Helen, who had had no medical training, gave the boys morphine and antibiotic injections, picked off the goo and seared flesh, wrapped the victims in sheets sterilized in a pressure cooker, and forced them to drink eggnog through straws (all the water was contaminated). When Helen returned after putting her own children to bed, she discovered that a witch doctor had ripped off the bandages and was rubbing hot pepper on the wounds, invoking Christian saints and Mayan deities, all the while drinking rum. In a scene reminiscent of Elijah confronting the prophets of Baal, Helen told the parents that they must choose between her treatment and the witch doctor's.
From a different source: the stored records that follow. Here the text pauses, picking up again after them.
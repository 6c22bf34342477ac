/* SPDX-License-Identifier: GPL-3.0-or-later */
#ifndef CLI_COMMAND_H
#define CLI_COMMAND_H

/*
 * A command of the program: what it takes, and what it runs. One file each, ending in its
 * descriptor; one list, in main.c. To add one: the file, a line in the list, a line in
 * meson.build, a section in ringfettle.1.
 */

#include "base/text.h"

#include <ringfettle/job.h>
#include <ringfettle/models.h>
#include <ringfettle/status.h>

#include <stdbool.h>
#include <stddef.h>

enum { OPTIONS_MAX = 10, SEVERAL = -1 };

struct command_option {
    const char *name;     /* long, without the dashes */
    const char *argument; /* what follows it, as help names it ("DIR"); NULL: nothing does */
    const char *help;     /* one sentence, no capital at the start, no full stop */
};

struct invocation;

struct command {
    const char *name;
    const char *summary;  /* one line, for the list of commands */
    const char *operands; /* as usage has them: "JOB…" */
    const char *about;    /* paragraphs for --help, parted by blank lines */
    size_t n_options;
    struct command_option options[OPTIONS_MAX];
    size_t least;      /* operands needed */
    int most;          /* operands taken, or SEVERAL */
    const char *needs; /* what is missing when there are too few: "a job file, …" */
    /* Does it; complains about what fails, and answers the exit status. */
    enum rf_class (*run)(const struct invocation *invocation);
};

/* A command with what it was given. */
struct invocation {
    const struct command *command;
    const char
        *values[OPTIONS_MAX]; /* as `options`; "" for one without argument; NULL: not given */
    size_t n_operands;
    char *const *operands;
};

/* The value of an option, "" for one without argument; NULL: not given. `name` must be one of the
 * command's. */
const char *option_value(const struct invocation *invocation, const char *name);

/* The models asked for (`--models`), or those compiled in; complains. The second takes the base
 * rates asked for (`--rates`), or else those named `usual`. */
enum rf_status load_models(const struct invocation *invocation, struct rf_models **models);
enum rf_status load_models_and_rates(const struct invocation *invocation, const char *usual,
                                     struct rf_models **models);

/* Runs `act` with the models asked for, complains of what failed, and answers its class. */
typedef enum rf_status models_callback(const struct invocation *invocation,
                                       const struct rf_models *models, struct rf_error *error);
enum rf_class run_with_models(const struct invocation *invocation, models_callback *act);

/* A line on standard error: "ringfettle: …". */
void complain(const char *format, ...) RF_PRINTF(1, 2);
/* The same for a failed call, whose class it answers. */
enum rf_class complain_of(const struct rf_error *error);
/* "diagnose: … (ringfettle diagnose --help says more)"; answers RF_CLASS_INPUT. */
enum rf_class complain_usage(const struct command *command, const char *format, ...)
    RF_PRINTF(2, 3);

/* The graver of two: numerical failures outrank refusals, failures of the system outrank all. */
enum rf_class graver(enum rf_class one, enum rf_class other);

/* Writes to standard output and sees that it arrives. RF_IO, RF_MEMORY (a text that failed). */
enum rf_status put(const struct text *text, struct rf_error *error);

/*
 * Goes through the jobs of all operands; each is handed to `one_job`, which answers how it went
 * and leaves the job to the caller. What is refused is complained about here, and the others go
 * on; what fails otherwise ends it. Answers the gravest class.
 */
typedef enum rf_status job_callback(void *context, const struct rf_job *job,
                                    struct rf_error *error);
enum rf_class each_job(const struct invocation *invocation, job_callback *one_job, void *context);

/* The one job of a file that must hold one, the caller's to destroy. */
enum rf_status read_one_job(const char *path, struct rf_job **job, struct rf_error *error);

extern const struct command command_check, command_diagnose, command_expect, command_simulate,
    command_answer;
extern const struct command command_record, command_convert, command_new, command_review;

#endif
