/* SPDX-License-Identifier: GPL-3.0-or-later */
#ifndef CLI_REVIEW_PAGES_H
#define CLI_REVIEW_PAGES_H

#include "cli/command.h"
#include "review/tally.h"

/* Writes the pages `review --page DIR` asks for: the jobs of the operands are read once more, those
 * among the worst diagnosed again. RF_IO, RF_NUMERICAL, RF_MEMORY. */
enum rf_status write_review_pages(const struct invocation *invocation,
                                  const struct rf_models *models, const struct rf_review *review,
                                  struct rf_error *error);

#endif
The parents chose Helen. As the boys hovered near death, she prayed as never before. "This was a chance for people to experience the living Gospel," she recalls. But, she adds, "my family's lives were at stake." The boys survived and Helen was so besieged by the sick that she soon became the village's practical nurse, delivering hundreds of babies, suturing hundreds of wounds. The Ixils began to accept the Elliotts as prophets of a loving god.
The crisis also produced a breakthrough in Ray's torturous translation struggle. An Indian woman, marveling at Helen's treatment of the boys, used a word they had never heard: shum, which means giving without receiving anything in return. This was the word Ray needed to translate "love" into Ixil.
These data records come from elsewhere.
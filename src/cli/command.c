/* SPDX-License-Identifier: GPL-3.0-or-later */
#include "cli/command.h"

#include "base/error.h"

#include <assert.h>
#include <errno.h>
#include <stdarg.h>
#include <stdio.h>
#include <string.h>

/* --- standard error --- */

void complain(const char *format, ...)
{
    va_list arguments;
    va_start(arguments, format);
    fputs("ringfettle: ", stderr);
    vfprintf(stderr, format, arguments);
    fputc('\n', stderr);
    va_end(arguments);
}

enum rf_class complain_of(const struct rf_error *error)
{
    complain("%s", error->text);
    return rf_status_class(error->status);
}

enum rf_class complain_usage(const struct command *command, const char *format, ...)
{
    char message[512];
    va_list arguments;
    va_start(arguments, format);
    if (vsnprintf(message, sizeof message, format, arguments) >= (int)sizeof message)
        text_trim_partial_character(message);
    va_end(arguments);
    complain("%s: %s (ringfettle %s --help says more)", command->name, message, command->name);
    return RF_CLASS_INPUT;
}

enum rf_class graver(enum rf_class one, enum rf_class other)
{
    return one > other ? one : other;
}

/* --- standard output --- */

enum rf_status put(const struct text *text, struct rf_error *error)
{
    if (text->failed)
        return fail_memory(error);
    errno = 0;
    if (fwrite(text->bytes != NULL ? text->bytes : "", 1, text->length, stdout) == text->length &&
        fflush(stdout) == 0)
        return RF_OK;
    return fail(error, RF_IO, "standard output: cannot write: %s",
                errno != 0 ? strerror(errno) : "unknown reason");
}

/* --- options --- */

const char *option_value(const struct invocation *invocation, const char *name)
{
    const struct command *command = invocation->command;
    for (size_t i = 0; i < command->n_options; i++)
        if (strcmp(command->options[i].name, name) == 0)
            return invocation->values[i];
    assert(false); /* a name that is not in the command's table */
    return NULL;
}

static enum rf_status load_at(const struct invocation *invocation, enum rf_base_rates rates,
                              struct rf_models **models)
{
    struct rf_error error;
    enum rf_status status =
        rf_models_load(option_value(invocation, "models"), rates, models, &error);
    if (status != RF_OK)
        complain_of(&error);
    return status;
}

enum rf_status load_models(const struct invocation *invocation, struct rf_models **models)
{
    return load_at(invocation, RF_RATES_CONSULTED, models);
}

/* The base rates of that name; complains of others. */
static enum rf_status find_rates(const struct command *command, const char *name,
                                 enum rf_base_rates *rates)
{
    static const char *const names[] = {[RF_RATES_CONSULTED] = "consulted",
                                        [RF_RATES_ARCHIVE] = "archive",
                                        [RF_RATES_CERTAIN] = "certain"};
    for (size_t i = 0; i < sizeof names / sizeof names[0]; i++)
        if (strcmp(name, names[i]) == 0) {
            *rates = (enum rf_base_rates)i;
            return RF_OK;
        }
    complain_usage(command, "--rates: found %s; needs consulted, archive or certain", name);
    return RF_USAGE;
}

enum rf_status load_models_and_rates(const struct invocation *invocation, const char *usual,
                                     struct rf_models **models)
{
    const char *asked = option_value(invocation, "rates");
    enum rf_base_rates rates = RF_RATES_CONSULTED;
    enum rf_status status = find_rates(invocation->command, asked != NULL ? asked : usual, &rates);
    return status == RF_OK ? load_at(invocation, rates, models) : status;
}

enum rf_class run_with_models(const struct invocation *invocation, models_callback *act)
{
    struct rf_models *models = NULL;
    struct rf_error error;
    enum rf_status status = load_models(invocation, &models);
    if (status != RF_OK)
        return rf_status_class(status);
    status = act(invocation, models, &error);
    rf_models_destroy(models);
    return status == RF_OK ? RF_CLASS_DONE : complain_of(&error);
}

/* --- jobs --- */

/* Whether the jobs behind this one may still be worth a try. */
static bool goes_on(enum rf_status status)
{
    enum rf_class class = rf_status_class(status);
    return class == RF_CLASS_INPUT || class == RF_CLASS_NUMERICAL;
}

/* All jobs of one file; false when nothing further is to be tried. */
static bool each_job_of(const char *path, job_callback *one_job, void *context,
                        enum rf_class *gravest)
{
    struct rf_job_reader *reader = NULL;
    struct rf_error error;
    enum rf_status status = rf_job_reader_open(path, &reader, &error);
    if (status != RF_OK) {
        *gravest = graver(*gravest, complain_of(&error));
        return status != RF_MEMORY; /* the next file may be readable */
    }
    bool more = true;
    while (more) {
        struct rf_job *job = NULL;
        status = rf_job_reader_next(reader, &job, &error);
        if (status == RF_OK && job == NULL)
            break;
        bool read = status == RF_OK;
        if (read)
            status = one_job(context, job, &error);
        rf_job_destroy(job);
        if (status != RF_OK) {
            *gravest = graver(*gravest, complain_of(&error));
            more = goes_on(status);
            if (!more && !read && status == RF_IO) { /* this file's trouble only */
                rf_job_reader_close(reader);
                return true;
            }
        }
    }
    rf_job_reader_close(reader);
    return more;
}

enum rf_class each_job(const struct invocation *invocation, job_callback *one_job, void *context)
{
    enum rf_class gravest = RF_CLASS_DONE;
    for (size_t i = 0; i < invocation->n_operands; i++)
        if (!each_job_of(invocation->operands[i], one_job, context, &gravest))
            break;
    return gravest;
}

enum rf_status read_one_job(const char *path, struct rf_job **job, struct rf_error *error)
{
    struct rf_job_reader *reader = NULL;
    struct rf_job *second = NULL;
    *job = NULL;
    enum rf_status status = rf_job_reader_open(path, &reader, error);
    if (status == RF_OK)
        status = rf_job_reader_next(reader, job, error);
    if (status == RF_OK && *job == NULL)
        status = fail(error, RF_SYNTAX, "%s: found nothing; needs a job", path);
    if (status == RF_OK)
        status = rf_job_reader_next(reader, &second, error);
    if (status == RF_OK && second != NULL)
        status = fail(error, RF_REFUSED, "%s: found several jobs; needs one", path);
    if (status != RF_OK) {
        rf_job_destroy(*job);
        *job = NULL;
    }
    rf_job_destroy(second);
    rf_job_reader_close(reader);
    return status;
}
The Elliotts suffered through typhoid fever, malaria and amoebic dysentery. But their most wrenching experience was the loss last year of their home. Left-wing guerrilla activity around Nebaj got so heavy, says Ray, that "our presence was endangering our friends." Along with all Catholic missionaries, they had to pull out of the war zone.
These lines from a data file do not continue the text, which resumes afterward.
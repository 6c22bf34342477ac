/* SPDX-License-Identifier: GPL-3.0-or-later */
#include "faults/pieces.h"

void pieces_take_out(struct wiring *wiring, size_t run, enum conductor conductor)
{
    struct wire *wire;
    for (size_t next = 0; (wire = wiring_next_piece(wiring, run, conductor, &next)) != NULL;)
        wire->a = -1;
}

/* Whether a piece of the run's conductor goes on from `node` towards the far place. */
static bool goes_on(struct wiring *wiring, size_t run, enum conductor conductor, int node)
{
    const struct wire *wire;
    for (size_t next = 0; (wire = wiring_next_piece(wiring, run, conductor, &next)) != NULL;)
        if (wire->a == node)
            return true;
    return false;
}

struct wire *pieces_far_end(struct wiring *wiring, size_t run, enum conductor conductor)
{
    struct wire *wire;
    for (size_t next = 0; (wire = wiring_next_piece(wiring, run, conductor, &next)) != NULL;)
        if (wire->a >= 0 && !goes_on(wiring, run, conductor, wire->b))
            return wire;
    return NULL;
}

void pieces_splice(struct wiring *wiring, size_t run, enum conductor conductor, double ohms,
                   int parameter)
{
    struct wire *piece = pieces_far_end(wiring, run, conductor);
    if (piece == NULL)
        return;
    int end = piece->b;
    int node = wiring_add_node(wiring);
    piece->b = node;
    wiring_add_resistor(wiring, node, end, ohms, parameter);
    struct wire *added = &wiring->wires[wiring->n_wires - 1];
    added->run = (int)run;
    added->conductor = conductor;
}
Operating from a house trailer in Guatemala City, the Elliotts now work to get shipments of roofing, food, blankets, clean water and medical supplies for their village. Every few days the Elliotts board a cargo flight to Nebaj, where 10,000 refugees, many burned out of their homes, huddle in camps. The planes land, amid bursts of guerrilla fire, and are immediately surrounded by the Elliotts' Ixil friends. Helen's eyes mist over. "Nebaj is the home of our children," she says. "Now most of the people understand the word of God because of Ray's work." Latin America has been nominally Catholic for centuries, and most of its nations won their independence in the 19th century. Both Christianity and statehood, however, are relatively new to black Africa.
Protestant and Catholic mission schools were responsible for training many leaders of the 38 new nations on the continent that have gained their independence since 1956. For missionaries in what is now Zimbabwe, the civil war that ended in 1979 brought death and harassment from both sides.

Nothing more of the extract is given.